Я крепко пожал ему руку, и мы простились. Как только он удалился, я сорвал бумагу. В руках моих была удивительная копия с портрета смуглой женщины с белыми лилиями. Ее большие глаза с лукавой улыбкой навели на меня страх. Простившись с хозяином и трактирной прислугой, обступившей меня, я поехал и, проезжая одну улицу, еще раз увидел портретиста. Он едва держался на ногах и чертил углем на заборе какую-то фигуру. Мальчишки рвали его за фалды, а смельчаки рисовали мелом ему на спине разные рожи с высунутыми языками. Я взглянул невольно на смуглую женщину, которая оставалась еще у меня в руках. Она язвительно улыбалась, как бы посмеиваясь над тем, что я чувствовал в эту минуту. Под тяжелым впечатлением оставил я город.
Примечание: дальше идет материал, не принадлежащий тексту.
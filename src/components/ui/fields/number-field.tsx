import { useState, type ComponentPropsWithRef, type KeyboardEvent, type ReactNode } from 'react'
import { classNames } from '../class-names.ts'
import { formatNumber, locale } from '../../../lib/format.ts'
import { Field, type FieldProps } from './field.tsx'
import { readNumber, stepDecimals } from './read-number.ts'

export type NumberFieldProps = FieldProps &
  Omit<ComponentPropsWithRef<'input'>, 'className' | 'value' | 'defaultValue' | 'onChange' | 'type' | 'min' | 'max' | 'step'> & {
    /** Undefined is an empty field. */
    value: number | undefined
    /** Called with each number typed; with undefined when empty or unreadable. */
    onValue: (value: number | undefined) => void
    unit?: ReactNode
    /** Finest difference that is entered; decides the decimals shown and what the arrow keys add. */
    step?: number
    min?: number
    max?: number
    /** Shown before the field takes its final form: 'raw' is the 26 px mono of a bench reading. */
    look?: 'field' | 'raw'
    /** Whether ↑ and ↓ add and take one step; off in grids, where they change rows. */
    arrows?: boolean
  }

/**
 * A number with its unit inside at the right. Takes comma and point as decimal mark, shows the person's own when left.
 * It says itself what cannot be read; limits come as `error` from the form's schema.
 */
export function NumberField({ label, aside, hint, error, cures, labelHidden, className, value, onValue, unit, step, min, max, look = 'field', arrows = true, onBlur, onKeyDown, onFocus, ...input }: NumberFieldProps) {
  const [typed, setTyped] = useState<string | undefined>()
  const show = (number: number) => plain(number, step)
  const reading = typed === undefined ? undefined : readNumber(typed, locale())
  const text = typed ?? (value === undefined ? '' : show(value))
  const type = (next: string) => {
    setTyped(next)
    onValue(readNumber(next, locale()).value)
  }
  const addStep = (event: KeyboardEvent<HTMLInputElement>) => {
    onKeyDown?.(event)
    if (event.defaultPrevented || !arrows || !step || input.readOnly || (event.key !== 'ArrowUp' && event.key !== 'ArrowDown')) return
    event.preventDefault()
    const raw = (reading?.value ?? value ?? 0) + (event.key === 'ArrowUp' ? step : -step)
    const next = Number(Math.min(max ?? Infinity, Math.max(min ?? -Infinity, raw)).toFixed(stepDecimals(step)))
    setTyped(show(next))
    onValue(next)
  }
  return (
    <Field {...{ label, aside, hint, cures, labelHidden, className }} error={error ?? reading?.problem} id={input.id}>
      {(control) => (
        <span className="box">
          <input
            type="text"
            inputMode="decimal"
            autoComplete="off"
            role="spinbutton"
            aria-valuenow={value}
            aria-valuemin={min}
            aria-valuemax={max}
            aria-valuetext={value === undefined ? 'empty' : typeof unit === 'string' ? `${text} ${unit}` : text}
            {...input}
            {...control}
            value={text}
            onChange={(event) => type(event.target.value)}
            onKeyDown={addStep}
            onFocus={(event) => {
              event.target.select()
              onFocus?.(event)
            }}
            onBlur={(event) => {
              if (!reading?.problem) setTyped(undefined)
              onBlur?.(event)
            }}
            className={classNames('text-right', unit != null && 'pr-1.5!', look === 'raw' && 'text-left! font-mono text-26 font-medium tracking-tight')}
          />
          {unit && <span className="unit pr-2.5 text-13 whitespace-nowrap" aria-hidden>{unit}</span>}
        </span>
      )}
    </Field>
  )
}

/** As typed by hand: no marks between thousands, at least the decimals of the step. */
function plain(value: number, step: number | undefined): string {
  const decimals = Math.max(step ? stepDecimals(step) : 0, stepDecimals(value))
  const grouped = new Intl.NumberFormat(locale(), { useGrouping: false, minimumFractionDigits: Math.min(decimals, 12), maximumFractionDigits: Math.min(decimals, 12) })
  return Number.isFinite(value) ? grouped.format(value) : formatNumber(value)
}
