/// A side that only fades never comes to 0, though reinforcement flows in to the enemy or the clock is far.
#[test]
fn what_fades_is_not_gone() {
    let link = "x.start=500&y.start=300&x.fire=none&y.fire=none&x.flow=5@0/&x.wastage=0.01&y.wastage=0.01";
    for text in [
        link.to_owned(),
        format!("{link}&until=1e6"),
        format!("{link}&y.flow=2@0/3&y.join=4@7"),
    ] {
        let outcome = ended(&text);
        assert_eq!(outcome.breaks, Breaks::Neither, "{text}: {outcome:?}");
        assert_close(outcome.x.end.expect("an end"), 500.0, 1e-12, &text);
    }
}

/// What each schedule took: a change that makes one dearer shows here, without a clock. To make the table again after a
/// change that is meant, run `cargo test --release -p aftercount-tests --test schedule_rules the_work -- --nocapture` and
/// copy the rows that it prints; `reference/schedule_work.py` picks other links.
#[test]
fn the_work_done_is_that_committed() {
    let rows = tables::read("schedule_work.tsv");
    assert!(rows.len() >= 40, "{} rows", rows.len());
    let took = |row: &Row| {
        let statement = statement(&Pairs::parse(row.text("link")));
        let work = fight(&statement.engagement(), Effort::Outcome).work;
        format!("{}\t{}\t{}", row.text("link"), work.evaluations, work.steps)
    };
    let found: Vec<String> = rows.iter().map(took).collect();
    let committed: Vec<String> = rows
        .iter()
        .map(|row| {
            ["link", "evaluations", "steps"]
                .map(|column| row.text(column))
                .join("\t")
        })
        .collect();
    println!("{}", found.join("\n"));
    assert!(
        found == committed,
        "reference/schedule_work.tsv holds others: see the rows above"
    );
}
Приехав в свою деревню, я послал портретисту денег и письмо, в котором просил его переехать ко мне. Я получил от него ответ очень трогательный. Он сознавался, что жизнь его грязна, но писал, что силы его оставили, что он не надеется на себя и потому считает лучшим остаться в прежнем положении. У нас завязалась переписка. Он удивил меня смелостью и здравостью своих суждений об отвлеченных предметах; о том же, что было ближе к нему, он избегал писать. Наконец я спросил его раз, какое обстоятельство было в его жизни, заставившее его так опуститься? «Старая песня (писал он мне) — любовь самая страстная и самая безумная», и с следующей почтой прислал толстое письмо. Вот оно; прочтите:

«Решившись жить в Москве и учиться (так начиналось письмо, которое Данков вручил Каютину), я стал писать образа. Работа шла удачно. Я ходил в галереи, проводил там целые дни и был совершенно счастлив. Только любовь к Маше… но я скоро забыл ее и весь предался искусству. Так я прожил с полгода, очень счастливо; но так как человек ничем не бывает долго доволен, то я задумал ехать или итти пешком в Италию и занялся исключительно портретами, чтоб скопить деньжонок на дорогу. Правда, иногда, воротившись с какого-нибудь сеанса, я чуть не разбивал себе головы об стену с отчаяния и унижения; но надежда осуществить мои планы поддерживала меня. Бывало, сидишь в каком-нибудь доме, снимаешь портрет с кривой барышни, вдруг является папенька или маменька, невежды в искусстве, и начинают делать грубые замечания и давать советы; да это еще ничего, а-то с наглостью требуют перемены, которую невозможно сделать, и если не угодишь, так портрет кривой барышни остается на руках. Старая кокетка требует, чтобы она сидела en face [6], но в то же время, чтоб видна была ее толстая, неискусно привязанная коса, глаза были бы томны, тогда как они съесть хотят. Мать семейства, желающая оставить потомству свое тучное изображение, бранится с поваром, который стоит в дверях, за лишний фунт муки и поминутно стучит кулаком по столу, — отчего и рука моя и стол дрожат, — а при том сердится, что долго должна сидеть.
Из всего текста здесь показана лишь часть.